Tabii ki burada bir yanlış anlamaya da yol açmak istemiyorum. Rehberlik hizmetleri sadece 3-5 etkinlikle olacak bir şey değil. Rehberlik çalışmalarını yaparken psikolojiden ve psikolojik danışma ilkelerinden de faydalanmak gerekiyor. Sonuçta insanla çalışılıyor. Bireyleri anlama, tanıma, onların kendilerini tanımasını sağlama amacıyla rehberliğin yanında psikolojik danışma da kullanılmalı. Yalnızca rehberlik ile ulaşılması istenen hedefe ulaşılabilseydi, zaten bölümümün adı Psikolojik Danışmanlık ve Rehberlik (PDR) olmazdı. İkisinin bir bütün olduğunu kabul ediyorum.
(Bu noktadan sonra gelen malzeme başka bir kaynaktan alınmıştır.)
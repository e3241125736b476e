"""The locks pin what pyproject.toml asks for, and betray nothing of where they were made."""

import re
import tomllib
from pathlib import Path

import pytest
from packaging.requirements import Requirement
from packaging.utils import canonicalize_name

CHECKOUT = Path(__file__).parent.parent.parent
PROJECT = tomllib.loads((CHECKOUT / "pyproject.toml").read_text("utf-8"))["project"]
EXTRAS = PROJECT["optional-dependencies"]
RUNTIME = [*PROJECT["dependencies"], *EXTRAS["pg"]]
LOCKS = {"requirements.lock": RUNTIME, "requirements-test.lock": [*RUNTIME, *EXTRAS["test"]]}


def pins(lock):
    """Read a lock into its requirements, by name, and the number of hashes of each."""
    text = (CHECKOUT / "deploy" / lock).read_text("utf-8").replace("\\\n", " ")
    rows = [line.split("--hash=") for line in text.splitlines() if line]
    found: dict[str, list[Requirement]] = {}
    for requirement, *hashes in rows:
        assert hashes, f"{requirement} has no hash"
        assert all(re.fullmatch(r"sha256:[0-9a-f]{64}", each.strip()) for each in hashes)
        pin = Requirement(requirement)
        found.setdefault(canonicalize_name(pin.name), []).append(pin)
    return found


def release(pin):
    (specifier,) = pin.specifier
    assert specifier.operator == "=="
    return specifier.version


@pytest.mark.parametrize("lock", LOCKS)
def test_every_dependency_is_pinned_to_a_release_that_it_allows(lock):
    found = pins(lock)
    for text in LOCKS[lock]:
        wanted = Requirement(text)
        chosen = found[canonicalize_name(wanted.name)]
        assert [p for p in chosen if not wanted.specifier.contains(release(p))] == []


@pytest.mark.parametrize("lock", LOCKS)
def test_a_lock_names_no_host_and_no_path(lock):
    text = (CHECKOUT / "deploy" / lock).read_text("utf-8")
    line = re.compile(
        r"[a-z0-9.-]+==[0-9a-z.]+( ; [a-z_<>=!' .0-9()]+)? \\|    --hash=\S+( \\)?", re.I
    )
    assert [each for each in text.splitlines() if line.fullmatch(each) is None] == []


def test_the_tests_run_on_the_releases_that_are_served():
    served, tested = pins("requirements.lock"), pins("requirements-test.lock")
    assert served
    assert {name: tested.get(name) for name in served} == served
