def _vessels(rooms: Sequence[RoomValues], fluids: _Distinct[FluidValues]) -> Vessels:
    all_of = [vessel for room in rooms for vessel in room.vessels]
    group = _Distinct[tuple[int, str | int]]()
    return Vessels(
        room=_owners([room.vessels for room in rooms]),
        source=_positions([room.vessels for room in rooms]),
        fluid=_integers(fluids.row(vessel.fluid) for vessel in all_of),
        kind=_codes((vessel.kind for vessel in all_of), VESSEL_KINDS),
        state=_codes((vessel.state for vessel in all_of), VESSEL_STATES),
        capacity_volume=_floats(vessel.capacity_volume for vessel in all_of),
        capacity_mass=_floats(vessel.capacity_mass for vessel in all_of),
        contents_volume=_floats(vessel.contents_volume for vessel in all_of),
        contents_mass=_floats(vessel.contents_mass for vessel in all_of),
        count_due=moments(vessel.count_due for vessel in all_of),
        rated_evaporation=_floats(vessel.rated_evaporation for vessel in all_of),
        measured_evaporation=_floats(vessel.measured_evaporation for vessel in all_of),
        measured_loss=_floats(vessel.measured_loss for vessel in all_of),
        use=_floats(vessel.use for vessel in all_of),
        vent_to=_codes((vessel.vent_to for vessel in all_of), VENTS),
        filled_by=_codes(
            (
                vessel.filled_by or (None if vessel.supply_line_id is None else _BY_LINE)
                for vessel in all_of
            ),
            FILLED_BY,
        ),
        filled_as_said=_mask(vessel.filled_by is not None for vessel in all_of),
        fill_flow=_floats(vessel.fill_flow for vessel in all_of),
        high_level=_flags(vessel.independent_high_level for vessel in all_of),
        closes_in=_floats(vessel.closes_in for vessel in all_of),
        shut_off_test_due=moments(vessel.shut_off_test_due for vessel in all_of),
        gross_volume=_floats(vessel.gross_volume for vessel in all_of),
        charge_pressure=_floats(vessel.charge_pressure for vessel in all_of),
        neck_plug=_codes((vessel.neck_plug for vessel in all_of), NECK_PLUGS),
        relief_fitted=_flags(vessel.relief_fitted for vessel in all_of),
        relief_inspected=_mask(vessel.relief_inspected for vessel in all_of),
        relief_due=moments(vessel.relief_inspection_due for vessel in all_of),
        relief_to=_codes((vessel.relief_to for vessel in all_of), VENTS),
        mobile=_flags(vessel.mobile for vessel in all_of),
        insulation=_codes((vessel.insulation for vessel in all_of), INSULATIONS),
        line=_filling_lines(rooms),
        cold_area=_floats(vessel.cold_area for vessel in all_of),
        working_pressure=_floats(vessel.working_pressure for vessel in all_of),
        withdrawal_bore=_floats(vessel.withdrawal_bore for vessel in all_of),
        **_quenches([vessel.quench for vessel in all_of]),
        on_manifold=_mask(vessel.manifold is not None for vessel in all_of),
        group=_integers(
            group.rows.setdefault((row, vessel.manifold or place), len(group.rows))
            for row, room in enumerate(rooms)
            for place, vessel in enumerate(room.vessels)
        ),
    )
Ancak, okullarımızda mevcut rehber öğretmen ihtiyacı Rehberlik ve Psikolojik Danışmanlık bölümü mezunlarınca karşılanamıyor. Bence bu açık, bölümün formasyonu almış veya MEB'in rehberlik kursunu tamamlamış Felsefe- Felsefe Öğretmenliği ve Sosyoloji mezunları ile karşılanabilir. Bu bölümlerden mezun olanların tamamının rehber öğretmen olarak atanması dahi, mevcut rehber öğretmen açığını kapatamıyor. Atamalar yapıldıktan sonra, MEB'in sürekli hizmetiçi eğitimleriyle, bu bölümlerin mezunları rehberlik alanında daha kapsamlı hale getirilebilir. Gönlümden geçen, bu alanda yalnızca Rehberlik ve Psikolojik Danışmanlık bölümü mezunlarının çalışması. Ne yazık ki sayıları yetmiyor.